Other Primary Investigator(s)

PI Affiliation
World Bank
PI Affiliation
World Bank

Additional Trial Information

Status
In development
Start date
2026-02-02
End date
2028-11-30
Secondary IDs
Prior work
This trial does not extend or rely on any prior RCTs.
Abstract
Wage subsidies are a central active labor market policy tool, yet international evidence on their effectiveness is mixed. We evaluate whether two service add-ons within Hungary’s Youth Guarantee wage-subsidy program improve outcomes for subsidized youth. Using a clustered randomized 2×2 factorial design, we estimate the separate and joint effects of (i) mentoring and (ii) an employer–youth information package. Both add-ons are intended to strengthen job retention and human-capital accumulation during subsidized employment by improving workplace adjustment and the structure of the employment relationship. Eligible participants are young job seekers entering subsidized employment and their hiring employers. Randomization occurs at job match and into four arms (mentoring only, information package only, both, or business-as-usual). We measure impacts on job retention, employment, and earnings, and intermediate outcomes on skills development and workplace integration using surveys and administrative data. Results will inform how public employment services can increase job stability and skill accumulation for young adults through scalable enhancements to wage subsidy programs.
External Link(s)

Registration Citation

Citation
Khan, Nausheen, Pascale Schnitzer and Zsuzsanna Vadle. 2026. "Enhancing Wage Subsidies: Evidence from a Randomized Controlled Trial." AEA RCT Registry. February 04. https://doi.org/10.1257/rct.17797-1.0
Experimental Details

Interventions

Intervention(s)
We evaluate two new services delivered alongside Hungary’s youth wage-subsidy program.
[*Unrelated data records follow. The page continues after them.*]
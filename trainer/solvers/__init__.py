"""Online solvers for the L2-regularized linear objective, one small protocol for all.

Objective (per-row average form, intercept b unregularized, row weights c_i, labels y_i in {0, 1})::

    F(w, b) = sum_i c_i l(y_i, x_i.w + b) / sum_i c_i + (l2 / 2) ||w||^2

with l the logistic or squared-hinge loss of :mod:`trainer.losses`. Every solver offers:

* ``step(batch) -> float``: one update from a :class:`trainer.reader.Batch`; returns the batch's
  weighted mean data loss at the weights *before* the update (progressive validation). Raises
  :class:`trainer.errors.Diverged` without changing any state when the loss, the gradient or the new
  weights would be non-finite.
* ``weights`` (read-only float64 view, length n_features) and ``intercept`` (float).
* ``state(copy=True) -> dict`` of plain numpy arrays and scalars holding the complete state, and
  ``load_state(state)``, after which later steps are bit-for-bit those of an uninterrupted run.

Methods (``make_solver`` names): ``"olbfgs"`` online limited-memory BFGS (default), ``"res"``
regularized stochastic BFGS (dense, small problems only), ``"sgd"`` stochastic gradient descent,
``"adagrad"`` diagonal AdaGrad.
"""

from __future__ import annotations

import math
from typing import Protocol

import numpy as np

from trainer.errors import Diverged, UserError
from trainer.kernels import (margins_into, residuals_curvatures_into, residuals_into,
                             scatter_compact, scatter_gradient_curvature)
from trainer.losses import LOSS_NAMES, loss_code
from trainer.options import SOLVER_NAMES, check_choice, check_float, check_int

MAX_FEATURES = 1 << 30


class Solver(Protocol):
    """What the trainer relies on; see the module docstring for the contract of each member."""

    @property
    def weights(self) -> np.ndarray:
        """Bucket weights, a read-only float64 view of length n_features."""
        ...

    @property
    def intercept(self) -> float:
        """The intercept b (unregularized)."""
        ...

    def step(self, batch, first: BatchGradient | None = None) -> float:
        """One update from a batch.

        Parameters
        ----------
        batch : trainer.reader.stream.Batch
            The minibatch.
        first : BatchGradient, optional
            :meth:`first_gradient` of this batch at the current weights, when computed beforehand (a
            sweep computes its values' side by side on threads); else the step computes it.

        Returns
        -------
        float
            The batch's weighted mean data loss at the weights before the update.

        Raises
        ------
        Diverged
            Without changing any state, when the loss, the gradient or the new weights would be
            non-finite.
        """
        ...

    def state(self, copy: bool = True) -> dict:
        """The complete state as plain numpy arrays and scalars.

        Parameters
        ----------
        copy : bool, default True
            False lets the arrays be views of the live state, valid until the next ``step``.

        Returns
        -------
        dict
        """
        ...

    def load_state(self, state: dict) -> None:
        """Restore a :meth:`state`; later steps are bit for bit those of an uninterrupted run.

        Parameters
        ----------
        state : dict
            A :meth:`state` of a solver with the same method, loss, size, l2 and options.
        """
        ...


def schedule(step0: float, t0: float, t: int) -> float:
    """Step size eps_t = step0 * t0 / (t0 + t).

    sum eps_t diverges and sum eps_t^2 converges, the conditions of the paper below.

    Parameters
    ----------
    step0 : float
        eps_0.
    t0 : float
        The decay horizon, in steps.
    t : int
        The step.

    Returns
    -------
    float
        eps_t.

    References
    ----------
    "A Stochastic Approximation Method", Annals of Mathematical Statistics, 1951.
    """
    return step0 * t0 / (t0 + t)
(1) The employer-youth information package, or Performance and Skills Information Package (PSIP) is a structured goal-setting and feedback program, intended to clarify expectations and document progress during the subsidized job. It includes a jointly developed performance plan, a mid-term check-in and final employer evaluation, an automatically generated skills certificate summarizing competencies gained, and an anonymous youth satisfaction survey.

(2) Mentoring is a light-touch mentoring support package to facilitate workplace integration during the subsidy period. It includes two small-group sessions (around five youths) near the start and end of the subsidy, individual follow-up calls for all participants, and a Mentor Helpdesk providing on-demand support to youth and employers.

Intervention Start Date
2026-02-02
Intervention End Date
2026-11-30

Primary Outcomes

Primary Outcomes (end points)
The primary outcomes capture job retention and post-program labor-market status and earnings. We will estimate impacts on completion of the wage-subsidy spell, employment status, and number of employed days, unemployment (registered jobseeker), inactivity, and monthly labor income.
Primary Outcomes (explanation)
Wage-subsidy completion is a binary indicator for completing the full 4- or 6-month subsidy period versus exiting earlier, measured at program exit at the youth level. Employment, number of employment spell days, unemployment, inactivity, and monthly labor income are measured at exit and at 3, 6, 12, and 24 months after exit, at the youth level.

Secondary Outcomes

Secondary Outcomes (end points)
Secondary outcomes capture additional dimensions of job quality and workplace experience for participants and employer perceptions. Because we test multiple outcomes, we organize outcomes into three pre-specified families:

(1) Skills and soft skills: self-esteem, motivation, perceived technical skills, perceived soft skills.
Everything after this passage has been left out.